◆ What the task asks:
Once the line containing "const sink = await" has been written out, stop; until then, restate each line of the entries below word for word from the first.

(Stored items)

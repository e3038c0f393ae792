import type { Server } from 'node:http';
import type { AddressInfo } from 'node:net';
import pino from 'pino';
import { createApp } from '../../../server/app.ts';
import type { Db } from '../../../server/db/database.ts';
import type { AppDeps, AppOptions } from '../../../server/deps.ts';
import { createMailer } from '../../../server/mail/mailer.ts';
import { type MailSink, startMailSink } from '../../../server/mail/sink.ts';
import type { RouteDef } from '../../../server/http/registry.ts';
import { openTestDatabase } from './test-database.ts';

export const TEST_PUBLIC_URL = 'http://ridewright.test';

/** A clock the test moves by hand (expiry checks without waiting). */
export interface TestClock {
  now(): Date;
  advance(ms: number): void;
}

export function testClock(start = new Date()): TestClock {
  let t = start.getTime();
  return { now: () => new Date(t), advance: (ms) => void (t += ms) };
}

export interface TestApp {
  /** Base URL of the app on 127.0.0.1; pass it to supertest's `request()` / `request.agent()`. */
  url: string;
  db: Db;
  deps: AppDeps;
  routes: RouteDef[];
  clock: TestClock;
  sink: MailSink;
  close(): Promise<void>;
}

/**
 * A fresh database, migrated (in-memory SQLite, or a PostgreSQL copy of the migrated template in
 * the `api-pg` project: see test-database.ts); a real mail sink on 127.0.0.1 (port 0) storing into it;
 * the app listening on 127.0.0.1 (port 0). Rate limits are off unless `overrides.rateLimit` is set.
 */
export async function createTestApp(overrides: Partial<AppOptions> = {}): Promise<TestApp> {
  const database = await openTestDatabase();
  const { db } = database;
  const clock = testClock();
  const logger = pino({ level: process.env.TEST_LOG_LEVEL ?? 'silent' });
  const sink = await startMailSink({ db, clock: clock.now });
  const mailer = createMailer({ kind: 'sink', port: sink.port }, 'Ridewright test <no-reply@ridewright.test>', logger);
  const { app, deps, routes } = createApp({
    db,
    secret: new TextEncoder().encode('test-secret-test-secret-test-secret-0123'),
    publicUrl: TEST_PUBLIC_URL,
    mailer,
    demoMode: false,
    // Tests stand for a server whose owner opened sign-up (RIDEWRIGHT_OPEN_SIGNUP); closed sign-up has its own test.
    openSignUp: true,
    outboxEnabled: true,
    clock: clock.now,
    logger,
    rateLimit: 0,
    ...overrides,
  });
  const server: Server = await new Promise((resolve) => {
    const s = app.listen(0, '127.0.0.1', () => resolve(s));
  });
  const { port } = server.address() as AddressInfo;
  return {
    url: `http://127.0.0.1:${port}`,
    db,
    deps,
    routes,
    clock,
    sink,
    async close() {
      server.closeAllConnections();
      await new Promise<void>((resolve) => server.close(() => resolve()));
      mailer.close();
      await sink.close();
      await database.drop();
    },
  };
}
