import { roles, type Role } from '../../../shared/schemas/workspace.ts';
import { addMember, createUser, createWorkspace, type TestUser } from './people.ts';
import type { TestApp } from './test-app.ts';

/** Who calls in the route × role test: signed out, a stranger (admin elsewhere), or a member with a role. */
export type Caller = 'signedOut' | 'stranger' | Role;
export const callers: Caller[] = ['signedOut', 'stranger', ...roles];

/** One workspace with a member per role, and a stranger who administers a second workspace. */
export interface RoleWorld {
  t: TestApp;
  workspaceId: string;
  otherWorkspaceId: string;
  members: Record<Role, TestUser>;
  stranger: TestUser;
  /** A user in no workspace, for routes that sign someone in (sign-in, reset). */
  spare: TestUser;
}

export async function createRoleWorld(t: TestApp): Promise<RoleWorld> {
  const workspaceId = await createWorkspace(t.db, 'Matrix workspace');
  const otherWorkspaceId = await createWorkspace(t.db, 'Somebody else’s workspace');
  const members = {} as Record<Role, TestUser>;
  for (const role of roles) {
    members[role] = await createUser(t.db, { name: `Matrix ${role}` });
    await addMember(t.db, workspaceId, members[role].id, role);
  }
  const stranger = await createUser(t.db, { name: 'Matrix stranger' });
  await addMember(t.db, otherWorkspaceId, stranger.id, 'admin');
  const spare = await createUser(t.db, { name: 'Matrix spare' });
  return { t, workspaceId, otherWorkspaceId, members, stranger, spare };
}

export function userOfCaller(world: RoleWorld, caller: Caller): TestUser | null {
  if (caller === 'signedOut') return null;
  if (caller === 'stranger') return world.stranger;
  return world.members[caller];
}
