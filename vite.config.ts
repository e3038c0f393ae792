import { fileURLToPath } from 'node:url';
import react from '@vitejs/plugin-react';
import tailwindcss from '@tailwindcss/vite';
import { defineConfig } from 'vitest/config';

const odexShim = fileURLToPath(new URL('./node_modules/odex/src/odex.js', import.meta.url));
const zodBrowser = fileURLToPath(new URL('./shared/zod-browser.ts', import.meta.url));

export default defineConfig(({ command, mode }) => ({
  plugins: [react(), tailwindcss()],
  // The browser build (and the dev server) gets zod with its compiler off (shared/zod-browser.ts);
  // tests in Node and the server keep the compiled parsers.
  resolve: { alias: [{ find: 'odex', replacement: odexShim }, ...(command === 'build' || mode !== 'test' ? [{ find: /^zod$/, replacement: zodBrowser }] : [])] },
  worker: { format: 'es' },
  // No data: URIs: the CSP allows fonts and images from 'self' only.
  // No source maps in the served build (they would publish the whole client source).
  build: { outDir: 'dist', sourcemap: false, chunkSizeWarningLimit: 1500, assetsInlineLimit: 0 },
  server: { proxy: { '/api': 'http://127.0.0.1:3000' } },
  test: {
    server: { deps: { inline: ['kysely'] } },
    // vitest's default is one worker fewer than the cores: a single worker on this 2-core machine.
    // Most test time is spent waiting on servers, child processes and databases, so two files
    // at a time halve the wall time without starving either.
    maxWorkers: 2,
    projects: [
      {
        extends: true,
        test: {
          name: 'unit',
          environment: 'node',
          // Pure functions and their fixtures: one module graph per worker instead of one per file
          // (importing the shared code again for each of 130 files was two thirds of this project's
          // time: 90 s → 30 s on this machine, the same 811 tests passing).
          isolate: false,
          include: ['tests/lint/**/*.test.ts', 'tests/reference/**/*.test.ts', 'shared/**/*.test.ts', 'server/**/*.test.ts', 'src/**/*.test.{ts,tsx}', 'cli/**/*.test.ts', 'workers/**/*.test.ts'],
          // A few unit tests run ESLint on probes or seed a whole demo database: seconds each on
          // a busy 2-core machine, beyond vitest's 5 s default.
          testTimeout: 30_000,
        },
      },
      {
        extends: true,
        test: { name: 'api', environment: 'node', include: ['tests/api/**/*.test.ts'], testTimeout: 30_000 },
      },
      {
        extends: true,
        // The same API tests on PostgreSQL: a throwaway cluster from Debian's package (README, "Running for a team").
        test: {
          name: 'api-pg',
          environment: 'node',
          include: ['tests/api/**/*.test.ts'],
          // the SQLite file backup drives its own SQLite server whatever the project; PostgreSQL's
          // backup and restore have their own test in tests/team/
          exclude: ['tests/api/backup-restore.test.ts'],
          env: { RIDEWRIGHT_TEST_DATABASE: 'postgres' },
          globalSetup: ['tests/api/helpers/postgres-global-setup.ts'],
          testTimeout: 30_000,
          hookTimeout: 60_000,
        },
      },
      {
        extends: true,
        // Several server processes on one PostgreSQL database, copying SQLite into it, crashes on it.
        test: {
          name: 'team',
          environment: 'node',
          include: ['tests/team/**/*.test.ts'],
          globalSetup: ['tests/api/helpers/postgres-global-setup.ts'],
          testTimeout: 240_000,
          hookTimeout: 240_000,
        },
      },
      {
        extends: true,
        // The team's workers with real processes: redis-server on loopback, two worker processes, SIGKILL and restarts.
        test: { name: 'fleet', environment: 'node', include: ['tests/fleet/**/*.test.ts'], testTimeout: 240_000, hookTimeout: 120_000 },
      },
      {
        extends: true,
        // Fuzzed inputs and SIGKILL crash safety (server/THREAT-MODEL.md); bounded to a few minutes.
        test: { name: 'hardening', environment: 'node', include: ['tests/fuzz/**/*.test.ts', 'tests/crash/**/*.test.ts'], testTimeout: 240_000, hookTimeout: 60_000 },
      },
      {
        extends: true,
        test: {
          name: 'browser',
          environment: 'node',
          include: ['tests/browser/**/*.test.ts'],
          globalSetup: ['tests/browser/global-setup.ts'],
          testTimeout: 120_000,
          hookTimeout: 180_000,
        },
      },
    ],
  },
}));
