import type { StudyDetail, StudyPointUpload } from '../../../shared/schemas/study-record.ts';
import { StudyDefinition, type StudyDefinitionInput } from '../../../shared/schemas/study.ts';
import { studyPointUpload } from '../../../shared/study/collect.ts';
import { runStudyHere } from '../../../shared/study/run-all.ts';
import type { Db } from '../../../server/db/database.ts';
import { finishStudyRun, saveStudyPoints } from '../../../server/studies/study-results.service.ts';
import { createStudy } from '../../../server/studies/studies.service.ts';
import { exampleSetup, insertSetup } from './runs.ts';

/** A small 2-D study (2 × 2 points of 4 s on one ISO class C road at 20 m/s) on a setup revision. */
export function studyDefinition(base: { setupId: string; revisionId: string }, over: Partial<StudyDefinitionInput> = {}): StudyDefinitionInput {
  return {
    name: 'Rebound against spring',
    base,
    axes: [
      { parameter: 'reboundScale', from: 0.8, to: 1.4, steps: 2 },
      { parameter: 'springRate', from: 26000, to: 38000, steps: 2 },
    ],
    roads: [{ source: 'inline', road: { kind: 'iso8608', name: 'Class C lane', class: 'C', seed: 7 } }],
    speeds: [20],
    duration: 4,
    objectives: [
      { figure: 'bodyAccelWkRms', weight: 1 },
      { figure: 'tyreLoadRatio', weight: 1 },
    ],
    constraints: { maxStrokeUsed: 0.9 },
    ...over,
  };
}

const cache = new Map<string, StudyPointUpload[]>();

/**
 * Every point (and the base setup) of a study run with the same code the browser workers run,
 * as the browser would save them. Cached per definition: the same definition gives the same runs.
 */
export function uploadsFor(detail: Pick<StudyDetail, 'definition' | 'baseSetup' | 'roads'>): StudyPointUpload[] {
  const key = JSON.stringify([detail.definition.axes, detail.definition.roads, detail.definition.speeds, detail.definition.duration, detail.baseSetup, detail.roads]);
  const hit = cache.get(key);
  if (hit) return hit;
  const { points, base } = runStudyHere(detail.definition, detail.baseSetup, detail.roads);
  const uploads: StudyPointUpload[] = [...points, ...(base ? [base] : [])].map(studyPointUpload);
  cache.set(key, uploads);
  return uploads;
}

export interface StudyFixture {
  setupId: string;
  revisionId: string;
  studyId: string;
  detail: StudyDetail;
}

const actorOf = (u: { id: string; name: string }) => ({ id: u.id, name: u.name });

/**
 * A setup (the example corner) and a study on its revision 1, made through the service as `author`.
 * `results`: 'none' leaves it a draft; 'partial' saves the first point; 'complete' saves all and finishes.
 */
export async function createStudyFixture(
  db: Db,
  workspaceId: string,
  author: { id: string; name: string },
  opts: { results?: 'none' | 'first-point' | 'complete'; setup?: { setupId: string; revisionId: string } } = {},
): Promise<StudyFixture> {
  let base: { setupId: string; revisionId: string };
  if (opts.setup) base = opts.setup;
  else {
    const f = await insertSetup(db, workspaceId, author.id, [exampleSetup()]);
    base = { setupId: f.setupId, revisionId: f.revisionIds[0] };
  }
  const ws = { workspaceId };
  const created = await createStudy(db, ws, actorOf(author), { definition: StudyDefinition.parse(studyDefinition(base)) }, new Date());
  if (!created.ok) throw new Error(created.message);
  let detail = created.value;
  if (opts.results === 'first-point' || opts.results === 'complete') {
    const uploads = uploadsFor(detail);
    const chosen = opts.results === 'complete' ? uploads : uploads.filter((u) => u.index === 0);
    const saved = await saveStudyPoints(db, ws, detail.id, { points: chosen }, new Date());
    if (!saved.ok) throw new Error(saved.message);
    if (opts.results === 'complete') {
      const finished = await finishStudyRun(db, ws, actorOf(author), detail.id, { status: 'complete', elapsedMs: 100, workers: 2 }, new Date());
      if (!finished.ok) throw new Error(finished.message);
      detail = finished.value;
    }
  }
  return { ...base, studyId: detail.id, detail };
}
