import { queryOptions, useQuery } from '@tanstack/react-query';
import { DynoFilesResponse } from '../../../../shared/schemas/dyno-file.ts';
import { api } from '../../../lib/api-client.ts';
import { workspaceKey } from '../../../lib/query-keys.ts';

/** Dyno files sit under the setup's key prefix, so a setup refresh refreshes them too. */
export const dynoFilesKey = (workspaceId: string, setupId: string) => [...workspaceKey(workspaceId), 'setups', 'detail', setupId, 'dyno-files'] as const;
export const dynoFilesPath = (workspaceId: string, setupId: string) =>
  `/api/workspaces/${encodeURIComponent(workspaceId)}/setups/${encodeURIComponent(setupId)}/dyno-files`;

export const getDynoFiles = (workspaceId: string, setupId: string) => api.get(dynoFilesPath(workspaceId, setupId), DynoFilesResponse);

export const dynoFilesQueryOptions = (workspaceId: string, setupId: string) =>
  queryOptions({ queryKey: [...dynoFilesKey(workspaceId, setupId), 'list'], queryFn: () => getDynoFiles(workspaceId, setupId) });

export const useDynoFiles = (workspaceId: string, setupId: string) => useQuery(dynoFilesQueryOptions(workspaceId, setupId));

◆ Result of the task:
repository e3038c0f393ae792
import type { Server } from 'node:http';
import type { AddressInfo } from 'node:net';
import pino from 'pino';
import { createApp } from '../../../server/app.ts';
import type { Db } from '../../../server/db/database.ts';
import type { AppDeps, AppOptions } from '../../../server/deps.ts';
import { createMailer } from '../../../server/mail/mailer.ts';
import { type MailSink, startMailSink } from '../../../server/mail/sink.ts';
import type { RouteDef } from '../../../server/http/registry.ts';
import { openTestDatabase } from './test-database.ts';

export const TEST_PUBLIC_URL = 'http://ridewright.test';

/** A clock the test moves by hand (expiry checks without waiting). */
export interface TestClock {
  now(): Date;
  advance(ms: number): void;
}

export function testClock(start = new Date()): TestClock {
  let t = start.getTime();
  return { now: () => new Date(t), advance: (ms) => void (t += ms) };
}

export interface TestApp {
  /** Base URL of the app on 127.0.0.1; pass it to supertest's `request()` / `request.agent()`. */
  url: string;
  db: Db;
  deps: AppDeps;
  routes: RouteDef[];
  clock: TestClock;
  sink: MailSink;
  close(): Promise<void>;
}

/**
 * A fresh database, migrated (in-memory SQLite, or a PostgreSQL copy of the migrated template in
 * the `api-pg` project: see test-database.ts); a real mail sink on 127.0.0.1 (port 0) storing into it;
 * the app listening on 127.0.0.1 (port 0). Rate limits are off unless `overrides.rateLimit` is set.
 */
export async function createTestApp(overrides: Partial<AppOptions> = {}): Promise<TestApp> {
  const database = await openTestDatabase();
  const { db } = database;
  const clock = testClock();
  const logger = pino({ level: process.env.TEST_LOG_LEVEL ?? 'silent' });
  const sink = await startMailSink({ db, clock: clock.now });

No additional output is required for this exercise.